____ RECORDS PROVIDED

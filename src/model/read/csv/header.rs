//! The first row of a CSV part: what its columns are.

use std::borrow::Cow;
use std::collections::HashMap;

use super::Part;
use super::cells::{self, Cell, letters};
use super::columns::{Holds, Kind};
use crate::model::near;
use crate::model::read::findings::{Findings, shown};
use crate::model::read::toml_types::Table;
use toml::de::DeValue;

/// The periods that a model names, as far as a CSV part must know them.
pub(in crate::model::read) enum Periods<'a> {
    /// None: a single period is planned.
    None,
    /// These.
    Named(Vec<&'a str>),
    /// What is written there cannot be read, which is told elsewhere.
    Untold,
}

impl<'a> Periods<'a> {
    /// Those of the model whose keys are in `root`.
    pub(in crate::model::read) fn of(root: &'a Table<'_>) -> Self {
        match root.get("periods").map(|node| node.get_ref()) {
            None => Self::None,
            Some(DeValue::Array(list)) if !list.is_empty() => {
                list.iter().map(|node| node.get_ref().as_str()).collect::<Option<_>>().map_or(Self::Untold, Self::Named)
            }
            Some(_) => Self::Untold,
        }
    }
}

/// What a column holds.
pub(super) struct Column<'a> {
    /// Its key, as written.
    pub(super) word: Cow<'a, str>,
    /// What its cells hold; `None` where it is not known, and its cells are passed over.
    pub(super) holds: Option<Holds>,
    /// The period that its numbers are for, where they are for one alone.
    pub(super) period: Option<Cow<'a, str>>,
}

/// The first row of a part.
pub(super) struct Header<'a> {
    pub(super) columns: Vec<Column<'a>>,
    /// Whether there is a column of which it is not known what it holds.
    pub(super) has_untold: bool,
}

impl<'a> Header<'a> {
    /// The header in the first row; `None`, with a fault added, where the rows cannot be read by it.
    pub(super) fn read(
        part: Part<'a>,
        cells: &[Cell<'a>],
        periods: &Periods<'_>,
        findings: &mut Findings,
    ) -> Option<Self> {
        if separated_otherwise(part, cells, findings) {
            return None;
        }
        let mut columns = Vec::with_capacity(cells.len());
        let mut seen: HashMap<&str, usize> = HashMap::new();
        for (at, cell) in cells.iter().enumerate() {
            if let Some(&first) = seen.get(cell.text.as_ref()).filter(|_| !cell.text.is_empty()) {
                let message = format!(
                    "the column `{}` is given twice: {} and {}",
                    shown(&cell.text),
                    letters(first),
                    letters(at)
                );
                findings.add(&cell.span, "duplicate-key", message, "keep one of the two");
                columns.push(Column { word: cell.text.clone(), holds: None, period: None });
                continue;
            }
            seen.insert(&cell.text, at);
            let raw = part.text.get(cell.span.start - part.base..cell.span.end - part.base);
            let sound = !cells::misquoted(raw.unwrap_or_default(), cell, findings);
            columns.push(if sound { column(part.kind, cell, periods, findings) } else { nameless() });
        }
        let has_untold = columns.iter().any(|column| column.holds.is_none() && !column.word.is_empty());
        let header = Self { columns, has_untold };
        header.has_all_needed(part, cells, findings).then_some(header)
    }

    /// The cells of a row in the columns that hold this.
    pub(super) fn cells<'r>(&'r self, row: &'r [Cell<'a>], holds: Holds) -> impl Iterator<Item = &'r Cell<'a>> {
        self.columns.iter().zip(row).filter(move |(column, _)| column.holds == Some(holds)).map(|(_, cell)| cell)
    }

    fn has_all_needed(&self, part: Part<'_>, cells: &[Cell<'_>], findings: &mut Findings) -> bool {
        let mut all = true;
        for (word, holds) in part.kind.needed() {
            // A column that is there, though not as it should be, is told already.
            let there =
                |column: &Column<'_>| column.holds == Some(holds) || column.word.split('@').next() == Some(word);
            if !self.columns.iter().any(there) {
                let place = cells.first().map(|cell| cell.span.clone()).unwrap_or_default();
                let message = format!("the column `{word}` is missing");
                findings.add(&place, "no-column", message, format!("call a column of the first row `{word}`"));
                all = false;
            }
        }
        all
    }
}

fn nameless<'a>() -> Column<'a> {
    Column { word: Cow::Borrowed(""), holds: None, period: None }
}

fn column<'a>(kind: Kind, cell: &Cell<'a>, periods: &Periods<'_>, findings: &mut Findings) -> Column<'a> {
    let (word, period) = match cell.text.split_once('@') {
        Some((word, period)) => (word.trim_end(), Some(period.trim_start())),
        None => (cell.text.as_ref(), None),
    };
    let mut column = Column { word: cell.text.clone(), holds: None, period: None };
    if word.is_empty() {
        // Spreadsheets write empty columns; what stands in one is told at its cell.
        if period.is_some() {
            kind.wordless(cell, findings);
        }
        return column;
    }
    let Some(holds) = kind.column(word) else {
        kind.unknown(word, cell, findings);
        return column;
    };
    match period {
        None => column.holds = Some(holds),
        Some(_) if !matches!(holds, Holds::Value(_)) => {
            let message = format!("`{word}` is the same in every period");
            findings.add(&cell.span, "unknown-column", message, format!("call the column `{word}`"));
        }
        Some(period) => {
            if is_period(period, cell, periods, findings) {
                column.holds = Some(holds);
                column.period = Some(match &cell.text {
                    Cow::Borrowed(text) => {
                        Cow::Borrowed(text.split_once('@').map_or("", |(_, period)| period.trim_start()))
                    }
                    Cow::Owned(_) => Cow::Owned(period.to_owned()),
                });
            }
        }
    }
    column
}

fn is_period(period: &str, cell: &Cell<'_>, periods: &Periods<'_>, findings: &mut Findings) -> bool {
    let (message, cure) = match periods {
        Periods::Untold => return true,
        Periods::Named(labels) if labels.contains(&period) => return true,
        Periods::Named(labels) if period.is_empty() => {
            let message = "a period must stand after `@`".to_owned();
            (message, format!("the periods are {}", shown(&labels.join(", "))))
        }
        Periods::Named(labels) => {
            let list = || format!("the periods are {}", shown(&labels.join(", ")));
            (format!("no period `{}`", shown(period)), near::help(period, labels.iter().copied(), list))
        }
        Periods::None => {
            let message = format!("`@{}` would be a period, but the model names none", shown(period));
            (message, format!("add periods = [\"{}\"] to a TOML part, or take `@` and what follows out", shown(period)))
        }
    };
    findings.add(&cell.span, "unknown-period", message, cure);
    false
}

/// Adds a fault where a header in one cell shows that something else than a comma stands between cells.
fn separated_otherwise(part: Part<'_>, cells: &[Cell<'_>], findings: &mut Findings) -> bool {
    let [cell] = cells else { return false };
    let Some(sign) = [';', '\t', '|'].into_iter().find(|&sign| cell.text.contains(sign)) else { return false };
    let at = part.text.find(sign).unwrap_or_default() + part.base;
    let told = if sign == '\t' { "a tab".to_owned() } else { format!("`{sign}`") };
    let message = format!("{told} stands between the cells, where a comma is meant");
    let help = "save it with commas between cells and a decimal point in numbers";
    findings.add(&(at..at + 1), "not-commas", message, help);
    true
}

________

TASK OBJECTIVE: What is the number of lines in the data that include "push"? Respond with that number and no other text.

TASK RESPONSE: 2